[Collected data]
○ ○ ○
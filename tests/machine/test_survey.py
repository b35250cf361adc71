from diskwatch.machine.blocks import physical_drives
from diskwatch.machine.protocol import Address
from diskwatch.machine.survey import joined
from diskwatch.records import Kind
from tests.machine.trees import Tree


def test_a_drive_that_kernel_and_scan_both_list_is_one_drive(tree: Tree):
    tree.sata()
    tree.nvme()
    drives = physical_drives(tree.sys)
    entries = (Address(node="/dev/sda", type="scsi"), Address(node="/dev/nvme0", type="nvme"))
    assert joined(drives, entries) == drives
    assert joined(drives, (Address(node="/dev/nvme0n2", type="nvme"),)) == drives


def test_the_scan_tells_the_type_only_where_the_kernel_left_it_open(tree: Tree):
    tree.sata("sda")
    tree.usb("sdb")
    drives = physical_drives(tree.sys)
    entries = (Address(node="/dev/sda", type="usbjmicron"), Address(node="/dev/sdb", type="usbjmicron"))
    assert [drive.address.type for drive in joined(drives, entries)] == ["sat", "usbjmicron"]


def test_a_bare_scsi_from_the_scan_teaches_nothing(tree: Tree):
    tree.usb("sdb")
    drives = physical_drives(tree.sys)
    assert joined(drives, (Address(node="/dev/sdb", type="scsi"),)) == drives
    assert joined(drives, (Address(node="/dev/sdb"),)) == drives


def test_drives_behind_a_controller_are_drives_of_their_own(tree: Tree):
    tree.sas("sda", "8:0")
    entries = (
        Address(node="/dev/bus/0", type="megaraid,7"),
        Address(node="/dev/bus/0", type="sat+megaraid,8"),
        Address(node="/dev/sda", type="cciss,0"),
    )
    found = joined(physical_drives(tree.sys), entries)
    assert [drive.place.device for drive in found] == [
        "/dev/sda",
        "/dev/bus/0 megaraid,7",
        "/dev/bus/0 sat+megaraid,8",
        "/dev/sda cciss,0",
    ]
    assert [drive.address for drive in found[1:]] == list(entries)
    assert [drive.drive.identity.path for drive in found] == [drive.place.device for drive in found]


def test_a_lone_drive_behind_a_controller_is_still_named_by_path_and_type():
    (drive,) = joined((), (Address(node="/dev/bus/0", type="megaraid,7"),))
    assert drive.place.device == "/dev/bus/0 megaraid,7"
    assert drive.drive.identity.weak


def test_a_node_that_the_kernel_does_not_show_is_named_by_its_path_alone():
    found = joined((), (Address(node="/dev/sda", type="sat"), Address(node="/dev/nvme0", type="nvme")))
    assert [(drive.place.device, drive.address.type, drive.drive.kind) for drive in found] == [
        ("/dev/sda", "sat", Kind.HDD),
        ("/dev/nvme0", "nvme", Kind.NVME),
    ]


def test_several_types_on_one_unknown_node_are_told_apart_by_type():
    found = joined(
        (), (Address(node="/dev/x", type="usbjmicron,0"), Address(node="/dev/x", type="usbjmicron,1"))
    )
    assert [drive.place.device for drive in found] == ["/dev/x usbjmicron,0", "/dev/x usbjmicron,1"]


def test_a_repeated_scan_line_adds_nothing():
    assert len(joined((), (Address(node="/dev/sda", type="sat"),) * 2)) == 1


def test_a_device_that_was_passed_over_on_purpose_is_not_brought_back():
    assert joined((), (Address(node="/dev/sdc", type="scsi"),), {"sdc"}) == ()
○ ○ ○
Prompt:
Among the records above, which lines hold the word "machine"? Copy each one.

Reply:
filename tests/machine/test_survey.py
from diskwatch.machine.blocks import physical_drives
from diskwatch.machine.protocol import Address
from diskwatch.machine.survey import joined
from tests.machine.trees import Tree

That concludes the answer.